**EXERCISE AIM:**
Please repeat, without alteration, the line containing "parser cannot go" and every line that follows it to the end of the entries below, and only those lines.

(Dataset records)
size_t cv_fold_scores(const struct cv_result *r, const char *name, double *out)
{
    size_t T = r->repeats * (size_t)r->folds;
    for (size_t t = 0; t < T; t++) {
        const struct metrics_report *m = &r->per_fold[t];
        if (strcmp(name, "macro_f1") == 0)
            out[t] = m->macro_f1;
        else if (strcmp(name, "accuracy") == 0)
            out[t] = m->accuracy;
        else if (strcmp(name, "weighted_f1") == 0)
            out[t] = m->weighted_f1;
        else if (strcmp(name, "log_loss") == 0)
            out[t] = m->log_loss;
        else
            return 0;
    }
    return T;
}
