#include "sim/scenario/diagnostics.hpp"

#include <fmt/format.h>

namespace larder {

void Diagnostics::error(Location where, std::string message, std::string hint) {
  items_.push_back({std::move(where), std::move(message), std::move(hint)});
}

std::string format_diagnostic(const Diagnostic& d) {
  std::string out;
  if (d.where.line > 0) {
    out = fmt::format("{}:{}:{}: error: {}", d.where.file, d.where.line, d.where.column, d.message);
  } else {
    out = fmt::format("{}: error: {}", d.where.file, d.message);
  }
  if (!d.hint.empty()) out += fmt::format("\n  hint: {}", d.hint);
  return out;
}

std::string Diagnostics::format() const {
  std::string out;
  for (const auto& d : items_) {
    out += format_diagnostic(d);
    out += '\n';
  }
  return out;
}

InputError::InputError(Diagnostics d) : diagnostics_(std::move(d)), text_(diagnostics_.format()) {}

}  // namespace larder
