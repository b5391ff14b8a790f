// CSV fields and lines for the strict readers, against RFC 4180's quoting rules (common
// practice: a quoted field may hold commas, "" is one quote) and cases counted by hand.

#include "sim/scenario/csv_fields.hpp"

#include <catch2/catch.hpp>
#include <sstream>

#include "sim/scenario/line_reader.hpp"

namespace larder {
namespace {

std::vector<std::string> texts(const std::vector<CsvField>& f) {
  std::vector<std::string> out;
  for (const CsvField& x : f) out.push_back(x.text);
  return out;
}

std::vector<int> columns(const std::vector<CsvField>& f) {
  std::vector<int> out;
  for (const CsvField& x : f) out.push_back(x.column);
  return out;
}

using Texts = std::vector<std::string>;

TEST_CASE("split_fields: commas, blanks, quotes and columns", "[history][csv]") {
  CHECK(texts(split_fields("a,b,c")) == Texts{"a", "b", "c"});
  CHECK(columns(split_fields("a,bb,c")) == std::vector<int>{1, 3, 6});
  CHECK(texts(split_fields("")) == Texts{""});
  CHECK(texts(split_fields("a,,")) == Texts{"a", "", ""});
  CHECK(texts(split_fields(" a \t, b ")) == Texts{"a", "b"});
  CHECK(texts(split_fields("\"a,b\",c")) == Texts{"a,b", "c"});
  CHECK(texts(split_fields("\"say \"\"hi\"\"\",x")) == Texts{"say \"hi\"", "x"});
  CHECK(texts(split_fields(" \"q\" ,x")) == Texts{"q", "x"});
  CHECK(columns(split_fields("x,\"a,b\",c")) == std::vector<int>{1, 3, 9});
  // Text after a closing quote is kept, not dropped; an unclosed quote runs to the line end.
  CHECK(texts(split_fields("\"a\"b,c")) == Texts{"ab", "c"});
  CHECK(texts(split_fields("\"a,b")) == Texts{"a,b"});
  // The reusing form gives the same fields.
  std::vector<CsvField> reuse = split_fields("1,2,3,4");
  split_fields("x,y", reuse);
  CHECK(texts(reuse) == Texts{"x", "y"});
}

TEST_CASE("whole_number: digits with an optional sign only", "[history][csv]") {
  CHECK(whole_number("42") == 42);
  CHECK(whole_number("+7") == 7);
  CHECK(whole_number("-3") == -3);
  CHECK(whole_number("0") == 0);
  for (const char* bad : {"", "+", "-", "1.0", "1e3", " 1", "1 ", "0x10", "+-1", "--1", "one",
                          "99999999999999999999"}) {
    INFO(bad);
    CHECK(!whole_number(bad));
  }
}

TEST_CASE("printable: control and high bytes escaped, long text cut", "[history][csv]") {
  CHECK(printable("abc") == "abc");
  CHECK(printable(std::string("a\0b\xff", 4)) == "a\\x00b\\xff");
  CHECK(printable(std::string(50, 'x'), 10) == std::string(10, 'x') + "...");
}

TEST_CASE("LineReader: line ends, a byte order mark and over-long lines", "[history][csv]") {
  std::string text = "\xEF\xBB\xBFh1\r\nrow\n\nlast";
  text += "\n" + std::string(LineReader::kMaxLine + 10, 'z') + "\nafter";
  std::istringstream in(text);
  LineReader r(in);
  std::string line;
  bool too_long = false;
  std::vector<std::string> got;
  std::vector<int> numbers;
  while (r.next(line, too_long)) {
    got.push_back(too_long ? "<long:" + std::to_string(line.size()) + ">" : line);
    numbers.push_back(r.line_number());
  }
  CHECK(got == Texts{"h1", "row", "", "last", "<long:1048576>", "after"});
  CHECK(numbers == std::vector<int>{1, 2, 3, 4, 5, 6});
  std::istringstream empty("");
  LineReader e(empty);
  CHECK(!e.next(line, too_long));
}

}  // namespace
}  // namespace larder
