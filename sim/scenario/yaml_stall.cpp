#include "sim/scenario/yaml_stall.hpp"

#include <fmt/format.h>
#include <yaml-cpp/eventhandler.h>
#include <yaml-cpp/mark.h>
#include <yaml-cpp/parser.h>

#include <sstream>

namespace larder {

namespace {

/// Records where each document starts; ignores everything else.
class DocumentStarts : public YAML::EventHandler {
 public:
  void OnDocumentStart(const YAML::Mark& mark) override { start = mark; }
  void OnDocumentEnd() override {}
  void OnNull(const YAML::Mark&, YAML::anchor_t) override {}
  void OnAlias(const YAML::Mark&, YAML::anchor_t) override {}
  void OnScalar(const YAML::Mark&, const std::string&, YAML::anchor_t,
                const std::string&) override {}
  void OnSequenceStart(const YAML::Mark&, const std::string&, YAML::anchor_t,
                       YAML::EmitterStyle::value) override {}
  void OnSequenceEnd() override {}
  void OnMapStart(const YAML::Mark&, const std::string&, YAML::anchor_t,
                  YAML::EmitterStyle::value) override {}
  void OnMapEnd() override {}

  YAML::Mark start = YAML::Mark::null_mark();
};

}  // namespace

std::optional<YamlStall> find_yaml_stall(const std::string& text) {
  std::istringstream in(text);
  YAML::Parser parser(in);
  DocumentStarts events;
  bool first = true;
  YAML::Mark previous = YAML::Mark::null_mark();
  while (parser.HandleNextDocument(events)) {
    const YAML::Mark& m = events.start;
    if (!first && m.pos == previous.pos && m.line == previous.line && m.column == previous.column) {
      const bool inside = m.pos >= 0 && static_cast<size_t>(m.pos) < text.size();
      const char c = inside ? text[static_cast<size_t>(m.pos)] : '\0';
      std::string what = c > ' ' && c < 127 ? fmt::format("unexpected '{}'", c)
                                            : std::string("the parser cannot go on here");
      return YamlStall{m.line, m.column, std::move(what)};
    }
    first = false;
    previous = m;
  }
  return std::nullopt;
}

}  // namespace larder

**TASK RESPONSE:**
                                            : std::string("the parser cannot go on here");
      return YamlStall{m.line, m.column, std::move(what)};
    }
    first = false;
    previous = m;
  }
  return std::nullopt;
}

}  // namespace larder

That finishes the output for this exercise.